By “the impossible”, I refer to walking on water. Christ walked on water, of course—the account is found in Mt. 14: 22f, Mk. 6:45f, and Jn. 6:15f. In the basic story, Christ walked on the water to come to the aid of His beleaguered and storm-tossed disciples. The surrounding context reveals their hearts and their anxieties, and fills out the story.
They were stretched to the breaking point and beyond. (St. Mark’s account says that they no leisure even to eat.) Christ therefore took them to what should have been a lonely and deserted place where they could find their desperately needed rest. Instead, many saw them going and ran to the place on foot from all the towns, and got there ahead of them, so that when the Lord and His disciples disembarked they saw a tremendous multitude. St. Matthew numbers the crowd at 5000, not counting women and children. So, counting women and children, there may have been upwards of 15,000 people waiting for them. Like the disciples, the multitude also was desperate—desperate for healing, for direction, for hope. St. Mark describes them as sheep without a shepherd—that is, as vulnerable and starving. Christ therefore had compassion on them and spent the day teaching and healing them.

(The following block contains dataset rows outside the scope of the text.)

def build_peaks(
    key: str,
    groups: Sequence[str],
    *,
    family_key: str,
    skeleton_key: str,
    chain_key: str,
    ring: str | None = None,
    n_ch3: int = 0,
    n_ch2: int = 0,
    longest_run: int = 0,
    n_fingerprint: tuple[int, int, int, int] = (4, 3, 4, 3),
    seed: int = 0,
) -> tuple[PeakList, list[str]]:
    """A clean reference peak list (cm-1, relative intensity, FWHM) built from group keys.

    ``family_key`` seeds the functional-group band positions shared by homologues;
    ``skeleton_key`` seeds the skeleton (ring pattern) fingerprint bands shared by every compound
    on that skeleton; ``chain_key`` seeds bands shared by compounds with the same chain; ``key``
    (the compound itself) seeds small per-compound offsets and its own few bands.
    ``n_fingerprint`` = numbers of (skeleton, family, chain, own) fingerprint bands.
    Returns the peak list and one label per band (ascending position), for annotation.
    """
    own = rng_for(seed, "own", key)
    bands: list[tuple[float, float, float, str]] = []
    for g in groups:
        fam = rng_for(seed, "group", g, family_key)
        for rule in GROUPS[g]:
            p, i, w = _band_from_rule(rule, fam, own)
            if i > 0.004:
                bands.append((p, i, w, f"{g}: {rule[4]}"))
    if ring is not None:
        rr = rng_for(seed, "ring", ring, skeleton_key)
        for rule in RING_COMMON + RINGS[ring]:
            p, i, w = _band_from_rule(rule, rr, own)
            bands.append((p, i, w, f"ring {ring}: {rule[4]}"))
    for p, i, w in _alkyl_bands(n_ch3, n_ch2, longest_run, rng_for(seed, "alkyl", skeleton_key)):
        bands.append((p + own.normal(0, 0.7), i * float(np.exp(own.normal(0, 0.05))), w, "C-H"))
    # fingerprint bands: shared by skeleton, by family (homologues), by chain; the compound's own
    n_sk, n_fam, n_ch, n_own = n_fingerprint
    for tag, k, n, irange in (
        ("skeleton", skeleton_key, n_sk, (0.08, 0.45)),
        ("family", family_key, n_fam, (0.08, 0.4)),
        ("chain", chain_key, n_ch, (0.06, 0.35)),
        ("own", key, n_own, (0.05, 0.3)),
    ):
        r = rng_for(seed, "fp", tag, k)
        for _ in range(n):
            p = r.uniform(560, 1480)
            i = r.uniform(*irange)
            w = r.uniform(7, 16)
            bands.append((p + own.normal(0, 0.7), i, w, f"fingerprint ({tag})"))
    bands.sort(key=lambda b: b[0])
    pos = np.array([b[0] for b in bands])
    inten = np.array([b[1] for b in bands])
    width = np.array([b[2] for b in bands])
    pl = PeakList(pos, inten, widths=width, broad=width >= 40)
    return pl, [b[3] for b in bands]


# --------------------------------------------------------------------------------------------
# The invented compound universe: aryl (ortho/meta/para) and n-alkyl skeletons x functional groups
# --------------------------------------------------------------------------------------------

ALKYL = ["methyl", "ethyl", "propyl", "butyl", "pentyl", "hexyl", "heptyl", "octyl", "nonyl"]
ALKANE = [
    "meth", "eth", "prop", "but", "pent", "hex", "hept", "oct", "non", "dec", "undec", "dodec",
]  # fmt: skip
POS = {"ortho": 2, "meta": 3, "para": 4}

# key: (aryl smiles fragment, aryl name template, groups on aryl, extra CH3, extra CH2, reaction)
# name template fields: {p} ring position of the alkyl chain, {alk} alkyl name
ARYL_FG: dict[str, tuple[str, str, list[str], int, int]] = {
    "acetyl": ("C(C)=O", "1-({p}-{alk}phenyl)ethan-1-one", ["ketone_aryl"], 1, 0),
    "hydroxyethyl": ("C(C)O", "1-({p}-{alk}phenyl)ethan-1-ol", ["alcohol_secondary"], 1, 0),
    "formyl": ("C=O", "{p}-{alk}benzaldehyde", ["aldehyde_aryl"], 0, 0),
    "hydroxymethyl": ("CO", "({p}-{alk}phenyl)methanol", ["alcohol_primary"], 0, 1),
    "tbsoxymethyl": (
        "CO[Si](C)(C)C(C)(C)C",
        "tert-butyldimethyl[({p}-{alk}phenyl)methoxy]silane",
        ["silyl_ether_tbs"],
        5,
        1,
    ),
    "methoxycarbonyl": ("C(=O)OC", "methyl {p}-{alk}benzoate", ["ester_aryl"], 1, 0),
    "carboxy": ("C(=O)O", "{p}-{alk}benzoic acid", ["acid_aryl"], 0, 0),
    "carbamoyl": ("C(N)=O", "{p}-{alk}benzamide", ["amide_primary"], 0, 0),
    "cyano": ("C#N", "{p}-{alk}benzonitrile", ["nitrile_aryl"], 0, 0),
    "nitro": ("[N+](=O)[O-]", "1-{alk}-{p}-nitrobenzene", ["nitro_aryl"], 0, 0),
    "amino": ("N", "{p}-{alk}aniline", ["amine_primary_aryl"], 0, 0),
    "acetamido": ("NC(C)=O", "N-({p}-{alk}phenyl)acetamide", ["amide_secondary"], 1, 0),
    "bocamino": (
        "NC(=O)OC(C)(C)C",
        "tert-butyl N-({p}-{alk}phenyl)carbamate",
        ["carbamate_boc"],
        3,
        0,
    ),
    "methoxy": ("OC", "1-{alk}-{p}-methoxybenzene", ["ether_aryl"], 1, 0),
    "hydroxy": ("O", "{p}-{alk}phenol", ["phenol"], 0, 0),
    "ethynyl": ("C#C", "1-ethynyl-{p}-{alk}benzene", ["alkyne_terminal"], 0, 0),
    "ethenyl": ("C=C", "1-ethenyl-{p}-{alk}benzene", ["alkene_vinyl_aryl"], 0, 0),
    "chlorocarbonyl": ("C(=O)Cl", "{p}-{alk}benzoyl chloride", ["acid_chloride"], 0, 0),
    "bromo": ("Br", "1-bromo-{p}-{alk}benzene", ["bromide_aryl"], 0, 0),
    "chloro": ("Cl", "1-chloro-{p}-{alk}benzene", ["chloride_aryl"], 0, 0),
    "fluoro": ("F", "1-fluoro-{p}-{alk}benzene", ["fluoride_aryl"], 0, 0),
}

# n-alkyl chain R-(group); {c} = carbons of R, names use ALKANE stems
# (smiles tail, name template taking stems of R+k carbons, groups, extra CH3, extra CH2, k)
CHAIN_FG: dict[str, tuple[str, str, list[str], int, int, int]] = {
    "methylketone": ("C(C)=O", "{s2}an-2-one", ["ketone_alkyl"], 1, 0, 2),
    "sec-alcohol": ("C(C)O", "{s2}an-2-ol", ["alcohol_secondary"], 1, 0, 2),
    "aldehyde": ("C=O", "{s1}anal", ["aldehyde_alkyl"], 0, 0, 1),
    "prim-alcohol": ("CO", "{s1}an-1-ol", ["alcohol_primary"], 0, 1, 1),
    "tbs-ether": (
        "CO[Si](C)(C)C(C)(C)C",
        "tert-butyldimethyl({s1}yloxy)silane",
        ["silyl_ether_tbs"],
        5,
        1,
        1,
    ),
    "methyl-ester": ("C(=O)OC", "methyl {s1}anoate", ["ester_alkyl"], 1, 0, 1),
    "acid": ("C(=O)O", "{s1}anoic acid", ["acid_alkyl"], 0, 0, 1),
    "amide": ("C(N)=O", "{s1}anamide", ["amide_primary"], 0, 0, 1),
    "nitrile": ("C#N", "{s1}anenitrile", ["nitrile_alkyl"], 0, 0, 1),
    "amine": ("N", "{s0}an-1-amine", ["amine_primary_alkyl"], 0, 0, 0),
    "acetamide": ("NC(C)=O", "N-{a0}acetamide", ["amide_secondary"], 1, 0, 0),
    "boc-amine": ("NC(=O)OC(C)(C)C", "tert-butyl N-{a0}carbamate", ["carbamate_boc"], 3, 0, 0),
    "methyl-ether": ("OC", "1-methoxy{s0}ane", ["ether_alkyl"], 1, 0, 0),
    "alkyne": ("C#C", "{s2}-1-yne", ["alkyne_terminal"], 0, 0, 2),
    "alkene": ("C=C", "{s2}-1-ene", ["alkene_vinyl"], 0, 0, 2),
    "internal-alkyne": ("C#CC", "{s3}-2-yne", ["alkyne_internal"], 1, 0, 3),
    "acid-chloride": ("C(=O)Cl", "{s1}anoyl chloride", ["acid_chloride"], 0, 0, 1),
    "anhydride": ("C(=O)OC(=O){R}", "{s1}anoic anhydride", ["anhydride"], 1, 0, 1),
    "bromide": ("Br", "1-bromo{s0}ane", ["bromide_alkyl"], 0, 0, 0),
    "chloride": ("Cl", "1-chloro{s0}ane", ["chloride_alkyl"], 0, 0, 0),
    "nitroalkane": ("[N+](=O)[O-]", "1-nitro{s0}ane", ["nitro_alkyl"], 0, 0, 0),
    "lactone": ("C1CCC(=O)O1", "5-{a0}oxolan-2-one", ["lactone_gamma"], 0, 2, 0),
}

#: Reactions that relate two functional groups on the same skeleton (starting material -> product).
REACTIONS: dict[str, list[tuple[str, str]]] = {
    "ketone reduction": [("acetyl", "hydroxyethyl"), ("methylketone", "sec-alcohol")],
    "ester hydrolysis": [("methoxycarbonyl", "carboxy"), ("methyl-ester", "acid")],
    "amide formation": [("chlorocarbonyl", "carbamoyl"), ("acid-chloride", "amide")],
    "alcohol protection": [("hydroxymethyl", "tbsoxymethyl"), ("prim-alcohol", "tbs-ether")],
    "nitrile hydrolysis": [("cyano", "carbamoyl"), ("nitrile", "amide")],
    "oxidation": [("hydroxymethyl", "formyl"), ("prim-alcohol", "aldehyde")],
    "alkyne hydrogenation": [("ethynyl", "ethenyl"), ("alkyne", "alkene")],
    "amine protection": [("amino", "bocamino"), ("amine", "boc-amine")],
    "nitro reduction": [("nitro", "amino"), ("nitroalkane", "amine")],
    "acetylation": [("amino", "acetamido"), ("amine", "acetamide")],
}

_ROLE_OF: dict[str, str] = {}
for _pairs in REACTIONS.values():
    for _sm, _prod in _pairs:
        _ROLE_OF.setdefault(_sm, "starting material")
        _ROLE_OF[_prod] = "product"


def _aryl_compound(fg: str, pattern: str, n: int, seed: int) -> SimCompound:
    frag, tmpl, groups, x_ch3, x_ch2 = ARYL_FG[fg]
    r = "C" * n
    if pattern == "para":
        smiles = f"{r}c1ccc({frag})cc1"
    elif pattern == "meta":
        smiles = f"{r}c1cccc({frag})c1"
    else:
        smiles = f"{r}c1ccccc1{frag}"
    name = tmpl.format(p=POS[pattern], alk=ALKYL[n - 1])
    key = f"aryl/{pattern}/{n}/{fg}"
    peaks, labels = build_peaks(
        key,
        groups,
        family_key=f"aryl/{pattern}/{fg}",
        skeleton_key=f"aryl/{pattern}",
        chain_key=f"aryl/chain/{n}",
        ring="para" if pattern == "para" else pattern,
        n_ch3=1 + x_ch3,
        n_ch2=(n - 1) + x_ch2,
        longest_run=n - 1,
        seed=seed,
    )
    return SimCompound(
        name=name,
        family=f"aryl-{pattern}-{fg}",
        role=_ROLE_OF.get(fg, "intermediate"),
        smiles=smiles,
        groups=list(groups) + [f"ring_{pattern}"],
        peaks=peaks,
        skeleton=f"{n}-carbon chain on a {pattern}-disubstituted ring",
        key=key,
        labels=labels,
    )


def _chain_compound(fg: str, n: int, seed: int) -> SimCompound:
    tail, tmpl, groups, x_ch3, x_ch2, _k = CHAIN_FG[fg]
    r = "C" * n
    tail = tail.replace("{R}", r)
    smiles = f"{r}{tail}"
    stems = {f"s{k}": ALKANE[n + k - 1] for k in range(4)}
    name = tmpl.format(a0=ALKYL[n - 1], **stems)
    if fg == "anhydride":
        smiles = f"{r}C(=O)OC(=O){r}"
    key = f"chain/{n}/{fg}"
    mult = 2 if fg == "anhydride" else 1
    peaks, labels = build_peaks(
        key,
        groups,
        family_key=f"chain/{fg}",
        skeleton_key="chain",
        chain_key=f"chain/chain/{n}",
        ring=None,
        n_ch3=mult * (1 + x_ch3) - (1 if fg == "anhydride" else 0),
        n_ch2=mult * (n - 1) + x_ch2,
        longest_run=n - 1,
        n_fingerprint=(3, 3, 4, 3),
        seed=seed,
    )
    return SimCompound(
        name=name,
        family=f"chain-{fg}",
        role=_ROLE_OF.get(fg, "intermediate"),
        smiles=smiles,
        groups=list(groups),
        peaks=peaks,
        skeleton=f"n-{ALKYL[n - 1]} chain",
        key=key,
        labels=labels,
    )


def universe(seed: int = 0) -> list[tuple[str, tuple]]:
    """Every compound the simulator knows, as (key, constructor args), in a fixed order."""
    out: list[tuple[str, tuple]] = []
    for fg, pattern, n in itertools.product(ARYL_FG, ("ortho", "meta", "para"), range(1, 6)):
        out.append((f"aryl/{pattern}/{n}/{fg}", ("aryl", fg, pattern, n)))
    for fg, n in itertools.product(CHAIN_FG, range(3, 10)):
        out.append((f"chain/{n}/{fg}", ("chain", fg, "", n)))
    return out


def _construct(args: tuple, seed: int) -> SimCompound:
    kind, fg, pattern, n = args
    if kind == "aryl":
        return _aryl_compound(fg, pattern, n, seed)
    return _chain_compound(fg, n, seed)


def compound(key: str, seed: int = 0) -> SimCompound:
    """The invented compound of a universe key, e.g. ``"aryl/para/3/acetyl"`` or ``"chain/5/acid"``.

    >>> compound("chain/5/acid").name
    'hexanoic acid'
    """
    for k, args in universe(seed):
        if k == key:
            return _construct(args, seed)
    raise KeyError(f"no simulated compound {key!r}; keys look like 'aryl/para/3/acetyl'")


def reaction_pairs(seed: int = 0) -> list[tuple[str, SimCompound, SimCompound]]:
    """Every (reaction, starting material, product) pair of :data:`REACTIONS` in the universe.

    Both partners share the skeleton (ring pattern and chain), so they share its bands.
    """
    out = []
    for reaction, pairs in REACTIONS.items():
        for sm, prod in pairs:
            if sm in ARYL_FG:
                for pattern, n in itertools.product(("ortho", "meta", "para"), range(1, 6)):
                    out.append(
                        (
                            reaction,
                            _aryl_compound(sm, pattern, n, seed),
                            _aryl_compound(prod, pattern, n, seed),
                        )
                    )
            else:
                for n in range(3, 10):
                    out.append(
                        (reaction, _chain_compound(sm, n, seed), _chain_compound(prod, n, seed))
                    )
    return out


def _split(seed: int, held_share: float = 0.15) -> tuple[list[tuple], list[tuple]]:
    """Seeded split of the universe into library candidates and held-out analogs."""
    items = universe(seed)
    rng = rng_for(seed, "split")
    order = rng.permutation(len(items))
    n_held = int(round(held_share * len(items)))
    held = [items[i][1] for i in sorted(order[:n_held])]
    lib = [items[i][1] for i in order[n_held:]]
    return lib, held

Then, when the Twelve were stretched even past their previous breaking point, a new crisis emerged: how to feed about 15,000 in such a lonely place. A hasty conference among the disciples produced a consensus: the Lord must send them away so that they might descend on the surrounding villages (note the plural—one single village could not feed such a multitude), and find the necessary food. Otherwise, if they were sent away to their homes fasting, many would faint on the way (especially the children). It would be a disaster. They would all be on the six o’clock news, under the headline “Catastrophe in Galilee”.
To the apostles’ surprise, their Lord did not agree with the common-sense solution. Instead, He had another one—they could feed them. Checking their stash of money produced the obvious: they had not the resources to buy enough food for even a few of them to get a little. And what food did they have? Nothing. A little boy among them had a lunch of five loaves and two fish. (The Greek word for “fish” is opsarion—not a large trout, but a small sardine.) The Lord was unfazed. “Have the people sit down”. Dinner is served.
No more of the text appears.